At 100, Armory Show is still debated
Just over 100 years ago, the Armory Show of 1913 brought European avant-garde art to the forefront of American attention. Two thirds of the show’s art was by American artists, but the other third, by Europeans like Vincent Van Gogh, Paul Cezanne, Henri Matisse and Marcel Duchamp, caused a scandal.
Michael Maglaras’s “The Great Confusion: The 1913 Armory Show” (2013) was screened at the Hood Museum’s Loew Auditorium on Jan. 10 and brought the drama of the original show back to life. In his film, Maglaras, kept from attending the screening by inclement weather, masterfully captures a unique moment in art history and successfully positions it among greater trends in American society at the time.
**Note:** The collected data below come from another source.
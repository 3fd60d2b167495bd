import { Type } from 'typebox';
import { describe, expect, it } from 'vitest';
import { accelerationAmplitude, createOscillators, run, tune, tuneToAmplitude } from '#core/mechanics/modal-step.ts';
import { movingForceMotion } from '#core/mechanics/moving-force.ts';
import { check, describeChecks } from '../../reference/checks.ts';

const omega = 2 * Math.PI * 5;

function oscillator(zeta: number, stepS: number) {
  const one = createOscillators(1);
  tune(one, 0, zeta * omega, omega * Math.sqrt(1 - zeta * zeta), stepS);
  return one;
}

describe('the exact step of one oscillator', () => {
  it('follows the closed form of a moving force; what is left is the straight line between force samples', () => {
    const error = (stepS: number): number => {
      const steps = Math.round(1 / stepS);
      const force = Float64Array.from({ length: steps + 1 }, (_, i) =>
        i * stepS <= 0.4 ? 2 * Math.sin((Math.PI * 50 * i * stepS) / 20) : 0,
      );
      const acceleration = new Float64Array(steps + 1);
      run(oscillator(0.01, stepS), 0, force, 0, steps, acceleration);
      let most = 0;
      for (let i = 1; i < steps; i++) {
        const mode = { lengthM: 20, massPerMetreKg: 1e4, order: 1, frequencyHz: 5, zeta: 0.01 };
        const wanted = movingForceMotion(mode, 2e5, 50, i * stepS).accelerationMs2;
        most = Math.max(most, Math.abs(acceleration[i]! - wanted));
      }
      return most;
    };
    // Linear interpolation of a half sine of 0.4 s: error of order h² · F Ω² / 8, below 2e-5 of 2 m/s² at 1 ms.
    expect(error(1e-3)).toBeLessThan(1e-4);
    expect(error(5e-4)).toBeLessThan(error(1e-3) / 3);
  });

  it('is as exact in steps so small that differences of near equal numbers would spoil it', () => {
    // A constant force of 1 m/s² settles at F/ω² about which it swings: w = (1 − cos ωt) / ω² without damping.
    const stepS = 1e-5;
    const steps = 20_000;
    const displacement = new Float64Array(steps + 1);
    run(
      oscillator(0, stepS),
      0,
      new Float64Array(steps + 1).fill(1),
      0,
      steps,
      new Float64Array(steps + 1),
      displacement,
    );
    const wanted = (1 - Math.cos(omega * steps * stepS)) / omega ** 2;
    expect(Math.abs(displacement[steps]! - wanted)).toBeLessThan(1e-10 * (2 / omega ** 2) + 1e-15);
    const half = steps / 2;
    expect(Math.abs(displacement[half]! * omega ** 2 - (1 - Math.cos(omega * half * stepS)))).toBeLessThan(1e-9);
  });

  it('keeps the frequency that average acceleration in 5 ms steps would shift by 0.2 % (sim.newmark)', () => {
    // 25 s of 5 Hz are 125 whole cycles; average acceleration would be a quarter of a cycle behind by then.
    const steps = 5000;
    const one = oscillator(0, 0.005);
    one.re[0] = 0.001;
    run(one, 0, new Float64Array(steps + 1), 0, steps, new Float64Array(steps + 1));
    expect(Math.abs(one.re[0] - 0.001)).toBeLessThan(1e-12);
    expect(Math.abs(one.im[0]!)).toBeLessThan(1e-12);
  });
});

describeChecks('amplitude-dependent decay (id.ampdecay)', () => {
  it('has the closed form of amplitude over time', () => {
    const { expected } = check(
      'id.ampdecay',
      Type.Object({
        z0: Type.Number(),
        z1_per_unit_amp: Type.Number(),
        samples: Type.Array(Type.Object({ t_s: Type.Number(), A: Type.Number() })),
      }),
    );
    const stepS = 5e-4;
    const stretch = 10;
    const law = { f0Hz: 5, fallHz: 0, z0: expected.z0, rise: expected.z1_per_unit_amp };
    const one = createOscillators(1);
    tune(one, 0, law.z0 * omega, omega, stepS);
    one.im[0] = 1 / omega ** 2;
    const still = new Float64Array(stretch + 1);
    const scale = accelerationAmplitude(one, 0, 0);
    one.im[0] = one.im[0] / scale;
    let t = 0;
    for (const { t_s, A } of expected.samples) {
      while (t < t_s - 1e-9) {
        tuneToAmplitude(one, 0, law, 0, stepS, stretch * stepS);
        run(one, 0, still, 0, stretch, new Float64Array(stretch + 1));
        t += stretch * stepS;
      }
      // The tolerance of the sheet is for the formula; steps of 5 ms with the amplitude of their middle are good to 1e-3.
      expect(Math.abs(accelerationAmplitude(one, 0, 0) / A - 1), `at ${t_s} s`).toBeLessThan(2e-3);
    }
  });
});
The show’s conception dated back to 1911, when a group of artist friends met to talk about the prospect of an exhibit that would combine contemporary American and foreign art. This group would become the Association of American Painters and Sculptors, who assembled the show from European works gathered abroad and American works curated at home.
When the final show opened at the New York City Armory on Feb. 17, 1913, it was massive, with 1,300 works by over 300 artists. After provocative reports about the show’s debut — President Theodore Roosevelt is reputed to have exclaimed, “That’s not art,” referencing some European works — an estimated 87,000 visitors toured the New York show. It later traveled to Chicago and Boston.
The Armory Show featured many experimental American artists, including members of the Ashcan School, an art movement that depicted everyday scenes around New York City. The show’s notable pieces, however, were European. Most polarizing was Marcel Duchamp’s “Nude Descending a Staircase, No. 2.” The abstract image came to represent a new phase in contemporary art that was entirely new to the U.S.
Art history professor and department chair Mary Coffey said that the show was shocking to Americans for many reasons. The country had strong Puritan roots, which characterized art as a sinful, unnecessary luxury, and lacked institutional support for art development, such as federal and state grants for art projects.
Although New York City was a growing artistic center at the turn of the 20th century, the Armory Show was a “watershed” event, Hood assistant curator for special projects Sarah Powers said. The public was drawn to the exhibit like a “circus attraction,” filled with “strange curiosities,” she said.
The show was defined by its divisiveness. It split artists and the public into two factions: those who were transformed by it and those who resented its emphasis on European art. Many gallery viewers came away confused, feeling somehow duped by what they had seen. For almost all patrons, it was the first exposure to works that would later be categorized as cubist, fauvist or futurist.
The show prompted “a reconsideration of what art was,” Powers said, which was disquieting to many. The early 20th century was a time of rapid industrial growth and booming immigration in the U.S. Maglaras captures these changes in his film with clips of the suffrage movement, World War I and the rise of mega cities to properly relay the spirit of burgeoning America.
For Powers, the film’s power comes from putting “the show in its historical context.” In hindsight, some viewers’ negative reactions to the show seem linked to xenophobia and fear of rapid change, she said.
Coffey said that an art critic at the time described the works derogatorily as “Ellis Island” art. Yet with a greater historical view, immigrants were crucial to contemporary art’s evolution in the U.S., she said.
Maglaras’s film and centennial dialogue around the show “helps us to see how fine art becomes the occasion of debate about other social concerns,” she said.
As the 20th century continued to bring about rapid societal changes, subsequent radical art shows were not quite as shocking as the Armory Show, Powers said.
Spanning just 90 minutes, Maglaras’s film explores particular works and the overall effect of the show. Addressing the film’s audience via Skype, the director said he wanted the audience to judge the exhibit and art “for themselves and by themselves.”
Maglaras said that he “wanted to let the art reveal itself,” which he accomplished by panning a work to allow the audience to fully appreciate its details. He would then relay the history of the piece. The strategy simulated being at the exhibit, transported to the past.
Maglaras described the show and its controversy as “beauty ... that it is a uniquely American experience.”
Even 100 years after its opening, the Armory Show continues to call for “constant reevaluation of what happened in the past,” Coffey said.
Sally Bellew, a local artist who attended the screening, called this type of study an “overlooked opportunity” to reengage with the works.
The Hood also assembled a number of relevant pieces from its own collection in a small display, such as works by Arthur Bowen Davies and Walt Kuhn, the Armory Show’s original organizers, to complement the film.
Avery Brown ’17, an audience member, visited the installation prior to viewing the film.
“I really enjoyed being able to see works of art by those artists who, moments later, I was able to hear more about in the film,” she said.